Obviously he was not particularly concerned with his own safety because a lone assassin at a public gathering shot him: a man who blamed him for the Partition. .

And he was anything but a “smart dressed man”.

But he was a smart lawyer.

Posted by paintcan | Report as abusive

In this day and age, concerning the Middle East,changes through peaceful endeavors are null and void. Even considering what France has proposed,includes extreme violence. With Syria’s back against the wall, it has no other choice but to willfully defend herself with violence, which has been placed at her doorstep.I defend Syria and hope she gains progress within this mutilation.

Posted by elissasangi | Report as abusive

In this day and age, concerning the Middle East, peaceful endeavors are null and void.With Syria’s back against the wall she has no other choice towards her defense. Even in considering France’s proposal, extreme violence cannot be excluded.I applaud Syria for taking whatever measures necessary against the nefarious elements that surround her.

Posted by elissasangi | Report as abusive

Syria is a country of very moderate muslims…where does the idea of extremists come from ??

Posted by thatguy1919 | Report as abusive


7000+ people aren’t killed in a “street brawl”

Posted by olderstrayheron | Report as abusive

In the time following 9/11, I will admit that I was one among many who asked the question, “why don’t we hear about Muslims coming out and condemning those Muslims whose actions took the lives of innocents?” Many Americans were indignant that Muslims, who we sarcastically said were “a people of peace” could idly stand by while those who shared their name and faith were committing horrible acts of violence.

Today, I do what I clambered for 10 years ago from Muslims:

Shame on Syrian Christians who support the President of Syria, Bashar al-Asaad, the Syrian government, Syrian troops, and any others who support the actions of those people, whether in word, deed, financially, or by simply by their silence, that are causing in a violent and disgraceful way, the deaths and great suffering of innocent civilians in Syria. Just as it did following the attacks of 9/11, I am sickened by these violent actions, and as someone who identifies myself as a Christian, I am also sickened by those people in Syria who call themselves Christians that give aid, comfort, and support to those who perpetrate said violence.

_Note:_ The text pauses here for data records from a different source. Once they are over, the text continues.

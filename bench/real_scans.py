"""Real scans: cavitas with defaults vs what a user does without it, tuned on the reference.

Reads the public scans in ``../shared/realdata/`` (next to the repository; or the folder
named by ``CAVITAS_REALDATA``) and only reads them: their licences forbid copying them into
the repository. That folder's ``README.md`` describes each scan (polarity, spacing,
reference, source, licence) and how to score; the values used here come from it.

Per scan, in one process:

* **cavitas**: ``cavitas.segment(volume, walls=...)`` with defaults, no tuning (timed after a
  warm-up call, so compilation is not counted).
* **Otsu + label**: Gaussian smoothing, Otsu threshold (the cells are the side away from the
  walls), connected components (``scipy.ndimage.label``, default cross structure), components
  touching the border dropped; sigma tuned on the reference.
* **h-minima watershed**: Gaussian smoothing, h-minima markers
  (``skimage.morphology.h_minima``), ``skimage.segmentation.watershed``, one global wall
  threshold (a quantile of the smoothed image), border components dropped; sigma, h and the
  quantile tuned on the reference.

The two baselines are tuned by a grid search scored on the reference itself (best F), so
they are optimistic references. On the EM set one parameter set serves all ten slices, as a
user would choose it.

Scoring (realdata README, "How a fair score works"): a reference cell is *found* when one
region matches it one-to-one with Dice >= 0.7; a region that is nobody's match at that
level is *spurious*; reference cells touching the image border are don't-care: not to be
found, and a region lying mostly (> 50 % of its pixels) inside one is not spurious.
F = harmonic mean of found / reference and found / (found + spurious); median Dice is over
the scored reference cells, each with its best region (0 if none).

Scans without a reference are described by counts: the *Arabidopsis* embryo (regions in the
embryo vs in its empty surround) and the concrete micro-CT (regions vs dark air voids found
by a simple independent threshold).

``em_variants`` remakes the EM slices as other scans of the same kind would show them (half
and double the pixel density, a 300² crop, added noise) and scores cavitas with its defaults
against the watershed tuned again on each: the same kind of data, not the same file.

Run: ``python -m bench --only real_scans`` or
``python -m bench.real_scans [--only-scan NAME] [--quick] [--verbose] [--figures DIR]``.
"""

from __future__ import annotations

import argparse
import os
import sys
import tempfile
import time
from collections.abc import Callable, Iterator, Sequence
from dataclasses import dataclass, field
from pathlib import Path
from typing import TYPE_CHECKING
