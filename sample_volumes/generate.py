"""Regenerate the bundled sample volumes, bit for bit (invented data, for the demo only).

Three scenarios of our own, made with :mod:`cavitas.scenes` at fixed seeds and written with
``cavitas.write`` (NIfTI gzip streams carry no time stamp; the TIFF files carry no date tag):

- ``foam.nii.gz``: micro-CT-like closed-cell polymer foam, uint16, with Poisson-like noise;
- ``capsules.tif``: confocal-like stack of hollow fluorescent microcapsules, uint8, ImageJ;
- ``cell_sheet.tif``: 2D membrane-stained cell sheet, uint8, ImageJ;

each with its ground-truth chamber labels (``*_truth.*``, uint16, 0 = walls and medium).
``sample_volumes/README.md`` lists the facts of each one.

Usage::

    python sample_volumes/generate.py [--out DIR] [--force]
"""

from __future__ import annotations

import argparse
import sys
from pathlib import Path

from cavitas import RESEARCH_ONLY
from cavitas.scenes.samples import CAPSULES, FOAM, SAMPLES, SHEET, write_samples

__all__ = ["CAPSULES", "FOAM", "SAMPLES", "SHEET", "main", "write_samples"]

HERE = Path(__file__).resolve().parent


def main(argv: list[str] | None = None) -> int:
    """Command line: ``python sample_volumes/generate.py [--out DIR] [--force]``."""
    parser = argparse.ArgumentParser(
        description="Regenerate the bundled sample volumes of cavitas bit for bit "
                    "(invented data, for the demo only). " + RESEARCH_ONLY,
        epilog="example: python sample_volumes/generate.py --out /tmp/samples",
    )
    parser.add_argument("--out", default=str(HERE),
                        help="folder to write into (default: the sample_volumes folder)")
    parser.add_argument("--force", action="store_true",
                        help="replace files that already exist")
    args = parser.parse_args(argv)
    import cavitas

    try:
        scenes = write_samples(args.out, force=args.force)
    except cavitas.CavitasError as exc:
        print(f"generate.py: {exc}", file=sys.stderr)
        return exc.exit_code
    for name, scene in scenes.items():
        print(f"{name}: {scene.description}")
    return 0


if __name__ == "__main__":
    sys.exit(main())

I have read and hear recently that Syria is split between those who support al-Assad and those who wish for his removal from power and for sweeping changes to the government. The kicker is that even though Christians and Jews only make up about twenty percent of the country’s population, that as they predominately support the current regime, that it is by their very support that he is able to maintain power. Undoubtedly, a regime change to a more conservative Muslim government would mean much less toleration for these Christians, but at what cost will they continue to support the current government?

Every day, there are appalling reports of suffering and death from places in Syria like Homs, and what will solve it? Military intervention? Tougher sanctions? No, none of those. What would solve it is the unified withdrawal of support from the Christians in Syria. Should they in fact follow the same Jesus I do, I pray that they come to their senses and also desire to become “a people of peace.”

Posted by RepublicOfJohn | Report as abusive

Do you understand “sovereign states”. This gives that country a right to govern itself as it sees fit, independant.
What was done to Libya was illegal. The intial attack that obama ordered without proper authorization, and natos continued bombing was far outside of what was allowed by law. Totally illegal. Normally these actions would be called an ACT of WAR. Now what do you have in Libya? Total lawlessness creating total destruction. Stereotypically expected.
When Goverment troops cant walk down the street without getting shot, then what do you expect. The enabling all the lip service has done is what is responsible for the destruction of Homs.
Now that they couldnt get the UN to act on Syria they want to get a group together that excludes the Axis of Evil and make judgments???? what value do these judgements hold… there no legality to act on anything coming out of that group. Bah … more lip service.